## PROVIDED DATA

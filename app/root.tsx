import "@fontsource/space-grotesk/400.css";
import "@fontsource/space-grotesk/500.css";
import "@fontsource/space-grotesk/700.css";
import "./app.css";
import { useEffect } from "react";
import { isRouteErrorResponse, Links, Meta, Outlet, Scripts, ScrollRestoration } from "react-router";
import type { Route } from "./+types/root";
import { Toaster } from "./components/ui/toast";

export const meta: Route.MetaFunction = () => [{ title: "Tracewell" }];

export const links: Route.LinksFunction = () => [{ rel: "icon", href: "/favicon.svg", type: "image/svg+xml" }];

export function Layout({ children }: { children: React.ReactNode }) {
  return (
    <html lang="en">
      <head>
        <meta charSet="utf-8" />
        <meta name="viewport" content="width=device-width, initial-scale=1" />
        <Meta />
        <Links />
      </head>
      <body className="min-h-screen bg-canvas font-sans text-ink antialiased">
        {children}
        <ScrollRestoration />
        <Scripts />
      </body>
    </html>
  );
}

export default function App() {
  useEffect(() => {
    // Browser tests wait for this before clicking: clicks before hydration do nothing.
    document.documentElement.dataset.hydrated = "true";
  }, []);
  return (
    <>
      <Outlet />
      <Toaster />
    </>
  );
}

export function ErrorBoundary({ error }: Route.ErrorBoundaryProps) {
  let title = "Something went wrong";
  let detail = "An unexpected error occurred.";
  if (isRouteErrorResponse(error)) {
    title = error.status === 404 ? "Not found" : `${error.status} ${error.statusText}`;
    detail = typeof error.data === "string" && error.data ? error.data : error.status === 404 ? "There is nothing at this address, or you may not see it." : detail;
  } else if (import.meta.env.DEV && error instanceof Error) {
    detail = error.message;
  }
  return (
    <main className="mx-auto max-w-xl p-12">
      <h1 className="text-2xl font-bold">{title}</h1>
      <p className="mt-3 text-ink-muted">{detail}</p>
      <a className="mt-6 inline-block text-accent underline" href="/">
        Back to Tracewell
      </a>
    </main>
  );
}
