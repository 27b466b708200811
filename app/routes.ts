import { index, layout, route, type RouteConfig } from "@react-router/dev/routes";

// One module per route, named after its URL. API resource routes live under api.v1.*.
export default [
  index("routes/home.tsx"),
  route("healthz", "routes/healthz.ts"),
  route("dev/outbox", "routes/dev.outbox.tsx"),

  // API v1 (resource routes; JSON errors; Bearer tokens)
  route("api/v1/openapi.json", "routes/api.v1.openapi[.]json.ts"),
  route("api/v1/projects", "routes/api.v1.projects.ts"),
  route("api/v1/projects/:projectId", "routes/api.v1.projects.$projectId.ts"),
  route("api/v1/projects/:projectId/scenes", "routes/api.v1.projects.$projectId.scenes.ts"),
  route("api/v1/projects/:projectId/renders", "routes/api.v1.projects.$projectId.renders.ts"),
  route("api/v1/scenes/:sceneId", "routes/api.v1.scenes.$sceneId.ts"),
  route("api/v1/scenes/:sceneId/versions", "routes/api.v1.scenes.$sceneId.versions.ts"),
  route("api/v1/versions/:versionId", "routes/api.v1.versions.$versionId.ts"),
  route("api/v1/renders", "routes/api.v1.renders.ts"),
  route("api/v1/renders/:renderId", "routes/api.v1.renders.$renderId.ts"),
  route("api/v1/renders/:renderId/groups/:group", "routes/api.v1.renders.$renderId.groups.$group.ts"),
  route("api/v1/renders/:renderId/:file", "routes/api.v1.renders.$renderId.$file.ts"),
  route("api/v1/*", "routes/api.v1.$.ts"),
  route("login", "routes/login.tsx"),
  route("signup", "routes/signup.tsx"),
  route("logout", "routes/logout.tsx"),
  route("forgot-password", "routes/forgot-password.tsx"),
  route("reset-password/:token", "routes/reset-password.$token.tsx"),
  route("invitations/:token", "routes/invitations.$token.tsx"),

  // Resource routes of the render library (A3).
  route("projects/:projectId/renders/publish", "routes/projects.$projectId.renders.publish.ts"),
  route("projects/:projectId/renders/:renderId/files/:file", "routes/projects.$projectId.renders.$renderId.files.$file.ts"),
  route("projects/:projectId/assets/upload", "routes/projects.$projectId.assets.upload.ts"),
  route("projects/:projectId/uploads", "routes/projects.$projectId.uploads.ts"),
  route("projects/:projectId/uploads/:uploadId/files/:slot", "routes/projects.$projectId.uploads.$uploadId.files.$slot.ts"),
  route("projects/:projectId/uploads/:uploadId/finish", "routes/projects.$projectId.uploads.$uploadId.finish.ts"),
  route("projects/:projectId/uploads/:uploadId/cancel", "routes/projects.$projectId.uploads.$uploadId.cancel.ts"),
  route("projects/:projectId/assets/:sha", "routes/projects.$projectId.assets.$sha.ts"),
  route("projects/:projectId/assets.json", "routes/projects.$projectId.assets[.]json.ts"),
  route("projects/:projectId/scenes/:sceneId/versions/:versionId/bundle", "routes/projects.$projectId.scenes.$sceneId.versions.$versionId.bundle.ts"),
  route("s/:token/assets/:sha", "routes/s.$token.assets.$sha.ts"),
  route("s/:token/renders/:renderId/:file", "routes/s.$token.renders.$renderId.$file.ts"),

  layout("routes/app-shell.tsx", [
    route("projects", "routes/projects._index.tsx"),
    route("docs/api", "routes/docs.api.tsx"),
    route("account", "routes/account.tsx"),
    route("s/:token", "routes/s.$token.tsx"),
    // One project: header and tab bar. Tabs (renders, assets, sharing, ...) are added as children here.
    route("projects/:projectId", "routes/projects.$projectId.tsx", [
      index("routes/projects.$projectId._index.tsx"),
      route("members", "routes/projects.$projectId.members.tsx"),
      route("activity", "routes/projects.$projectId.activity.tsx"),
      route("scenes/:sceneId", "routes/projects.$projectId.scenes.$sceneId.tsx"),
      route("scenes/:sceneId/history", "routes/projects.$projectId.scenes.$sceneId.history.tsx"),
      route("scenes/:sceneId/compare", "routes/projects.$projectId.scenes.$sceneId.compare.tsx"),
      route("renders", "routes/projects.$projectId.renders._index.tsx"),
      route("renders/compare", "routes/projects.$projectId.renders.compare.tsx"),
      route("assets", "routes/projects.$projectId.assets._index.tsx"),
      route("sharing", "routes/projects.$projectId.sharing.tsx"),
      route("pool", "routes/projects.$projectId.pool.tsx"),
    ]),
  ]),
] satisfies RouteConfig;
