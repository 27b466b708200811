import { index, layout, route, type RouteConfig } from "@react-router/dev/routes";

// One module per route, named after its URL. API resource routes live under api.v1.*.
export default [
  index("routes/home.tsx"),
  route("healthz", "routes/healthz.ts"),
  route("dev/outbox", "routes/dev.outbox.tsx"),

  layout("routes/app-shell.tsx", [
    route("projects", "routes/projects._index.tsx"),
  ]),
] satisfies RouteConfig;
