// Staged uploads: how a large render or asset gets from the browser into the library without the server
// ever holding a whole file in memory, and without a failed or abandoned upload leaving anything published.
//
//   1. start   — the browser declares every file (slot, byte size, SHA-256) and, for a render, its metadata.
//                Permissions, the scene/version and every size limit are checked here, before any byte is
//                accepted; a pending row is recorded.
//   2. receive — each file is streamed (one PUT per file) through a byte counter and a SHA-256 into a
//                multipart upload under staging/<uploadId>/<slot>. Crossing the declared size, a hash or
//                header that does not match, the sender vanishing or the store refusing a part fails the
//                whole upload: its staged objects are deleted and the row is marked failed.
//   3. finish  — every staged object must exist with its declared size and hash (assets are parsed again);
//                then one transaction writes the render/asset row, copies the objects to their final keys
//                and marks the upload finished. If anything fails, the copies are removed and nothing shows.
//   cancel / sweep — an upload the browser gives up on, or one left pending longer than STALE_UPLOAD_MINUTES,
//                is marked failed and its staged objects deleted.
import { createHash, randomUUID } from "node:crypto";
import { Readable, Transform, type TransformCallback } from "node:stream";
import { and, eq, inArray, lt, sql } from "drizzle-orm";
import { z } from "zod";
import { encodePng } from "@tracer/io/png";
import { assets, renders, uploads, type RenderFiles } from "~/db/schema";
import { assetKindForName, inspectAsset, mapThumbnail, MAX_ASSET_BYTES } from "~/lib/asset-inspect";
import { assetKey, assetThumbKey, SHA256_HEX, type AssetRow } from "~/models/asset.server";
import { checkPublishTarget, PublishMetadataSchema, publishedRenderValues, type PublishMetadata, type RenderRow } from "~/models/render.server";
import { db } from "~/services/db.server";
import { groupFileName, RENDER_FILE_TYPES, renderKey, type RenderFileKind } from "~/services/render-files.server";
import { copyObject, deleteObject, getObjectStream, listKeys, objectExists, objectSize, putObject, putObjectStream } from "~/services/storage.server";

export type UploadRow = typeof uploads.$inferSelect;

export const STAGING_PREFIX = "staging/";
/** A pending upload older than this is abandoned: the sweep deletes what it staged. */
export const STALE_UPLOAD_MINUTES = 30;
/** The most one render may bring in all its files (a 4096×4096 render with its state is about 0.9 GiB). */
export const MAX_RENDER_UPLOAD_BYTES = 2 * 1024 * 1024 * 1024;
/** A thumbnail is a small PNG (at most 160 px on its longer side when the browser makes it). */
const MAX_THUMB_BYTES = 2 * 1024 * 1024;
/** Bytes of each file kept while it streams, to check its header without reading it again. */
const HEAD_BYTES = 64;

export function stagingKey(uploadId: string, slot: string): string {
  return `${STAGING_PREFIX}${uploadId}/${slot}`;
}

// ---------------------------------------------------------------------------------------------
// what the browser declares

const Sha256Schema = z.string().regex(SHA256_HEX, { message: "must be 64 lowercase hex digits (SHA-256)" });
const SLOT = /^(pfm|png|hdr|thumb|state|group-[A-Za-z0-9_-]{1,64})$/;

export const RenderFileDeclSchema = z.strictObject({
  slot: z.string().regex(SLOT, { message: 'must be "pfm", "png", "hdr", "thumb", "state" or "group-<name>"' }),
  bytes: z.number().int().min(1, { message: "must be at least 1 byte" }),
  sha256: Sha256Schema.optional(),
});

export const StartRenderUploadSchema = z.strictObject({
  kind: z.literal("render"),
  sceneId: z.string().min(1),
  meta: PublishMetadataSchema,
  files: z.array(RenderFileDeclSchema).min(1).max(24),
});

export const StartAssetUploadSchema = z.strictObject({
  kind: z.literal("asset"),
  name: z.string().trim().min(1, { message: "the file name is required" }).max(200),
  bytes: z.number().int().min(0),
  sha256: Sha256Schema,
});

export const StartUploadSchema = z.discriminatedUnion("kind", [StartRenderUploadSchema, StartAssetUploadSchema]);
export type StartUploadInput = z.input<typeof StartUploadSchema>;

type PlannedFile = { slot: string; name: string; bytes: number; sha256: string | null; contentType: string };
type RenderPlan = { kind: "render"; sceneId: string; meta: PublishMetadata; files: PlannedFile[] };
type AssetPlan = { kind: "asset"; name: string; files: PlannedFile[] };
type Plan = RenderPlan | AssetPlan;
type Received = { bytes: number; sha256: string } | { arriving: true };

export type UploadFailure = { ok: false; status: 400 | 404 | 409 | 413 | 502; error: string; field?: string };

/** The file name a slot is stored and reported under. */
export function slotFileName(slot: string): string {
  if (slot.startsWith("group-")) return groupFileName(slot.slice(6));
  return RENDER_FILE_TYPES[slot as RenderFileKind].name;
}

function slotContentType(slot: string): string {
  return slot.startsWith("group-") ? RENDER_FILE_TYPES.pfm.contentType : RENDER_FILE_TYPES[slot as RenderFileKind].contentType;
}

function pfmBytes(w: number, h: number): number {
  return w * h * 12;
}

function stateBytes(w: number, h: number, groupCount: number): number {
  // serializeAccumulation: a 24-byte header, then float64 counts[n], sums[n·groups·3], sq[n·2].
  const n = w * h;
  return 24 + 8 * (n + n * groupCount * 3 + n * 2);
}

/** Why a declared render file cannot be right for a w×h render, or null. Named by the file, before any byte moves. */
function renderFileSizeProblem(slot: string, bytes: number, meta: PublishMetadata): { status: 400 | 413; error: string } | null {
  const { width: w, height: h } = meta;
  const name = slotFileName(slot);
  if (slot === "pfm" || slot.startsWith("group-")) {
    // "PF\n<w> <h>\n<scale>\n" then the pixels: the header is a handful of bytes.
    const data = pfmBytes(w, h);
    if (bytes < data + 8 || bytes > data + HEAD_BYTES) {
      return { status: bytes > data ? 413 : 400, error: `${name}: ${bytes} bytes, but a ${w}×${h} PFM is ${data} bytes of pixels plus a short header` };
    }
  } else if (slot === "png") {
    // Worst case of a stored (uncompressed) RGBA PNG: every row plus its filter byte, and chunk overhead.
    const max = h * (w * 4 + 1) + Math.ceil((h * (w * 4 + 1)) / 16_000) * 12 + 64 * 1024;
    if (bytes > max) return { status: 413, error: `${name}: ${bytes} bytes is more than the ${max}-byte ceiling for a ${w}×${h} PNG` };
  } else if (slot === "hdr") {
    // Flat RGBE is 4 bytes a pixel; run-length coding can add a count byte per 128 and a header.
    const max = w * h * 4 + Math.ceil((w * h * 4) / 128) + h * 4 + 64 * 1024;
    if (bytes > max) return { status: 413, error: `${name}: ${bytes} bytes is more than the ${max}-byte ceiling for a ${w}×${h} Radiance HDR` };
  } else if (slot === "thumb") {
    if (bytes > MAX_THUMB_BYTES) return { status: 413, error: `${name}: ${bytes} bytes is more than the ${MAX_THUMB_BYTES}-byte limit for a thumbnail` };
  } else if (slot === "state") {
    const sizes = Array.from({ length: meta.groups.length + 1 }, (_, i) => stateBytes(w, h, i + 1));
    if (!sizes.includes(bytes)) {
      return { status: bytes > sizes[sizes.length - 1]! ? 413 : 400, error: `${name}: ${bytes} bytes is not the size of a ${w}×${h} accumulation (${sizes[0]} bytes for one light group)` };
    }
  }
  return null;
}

## PROBLEM TO WORK ON
Output the lines above exactly, but only those between the line holding "export const RenderFileDeclSchema" and the line holding "string; files: PlannedFile[]", inclusive.

## SOLUTION
export const RenderFileDeclSchema = z.strictObject({
  slot: z.string().regex(SLOT, { message: 'must be "pfm", "png", "hdr", "thumb", "state" or "group-<name>"' }),
  bytes: z.number().int().min(1, { message: "must be at least 1 byte" }),
  sha256: Sha256Schema.optional(),
});

export const StartRenderUploadSchema = z.strictObject({
  kind: z.literal("render"),
  sceneId: z.string().min(1),
  meta: PublishMetadataSchema,
  files: z.array(RenderFileDeclSchema).min(1).max(24),
});

export const StartAssetUploadSchema = z.strictObject({
  kind: z.literal("asset"),
  name: z.string().trim().min(1, { message: "the file name is required" }).max(200),
  bytes: z.number().int().min(0),
  sha256: Sha256Schema,
});

export const StartUploadSchema = z.discriminatedUnion("kind", [StartRenderUploadSchema, StartAssetUploadSchema]);
export type StartUploadInput = z.input<typeof StartUploadSchema>;

type PlannedFile = { slot: string; name: string; bytes: number; sha256: string | null; contentType: string };
type RenderPlan = { kind: "render"; sceneId: string; meta: PublishMetadata; files: PlannedFile[] };
type AssetPlan = { kind: "asset"; name: string; files: PlannedFile[] };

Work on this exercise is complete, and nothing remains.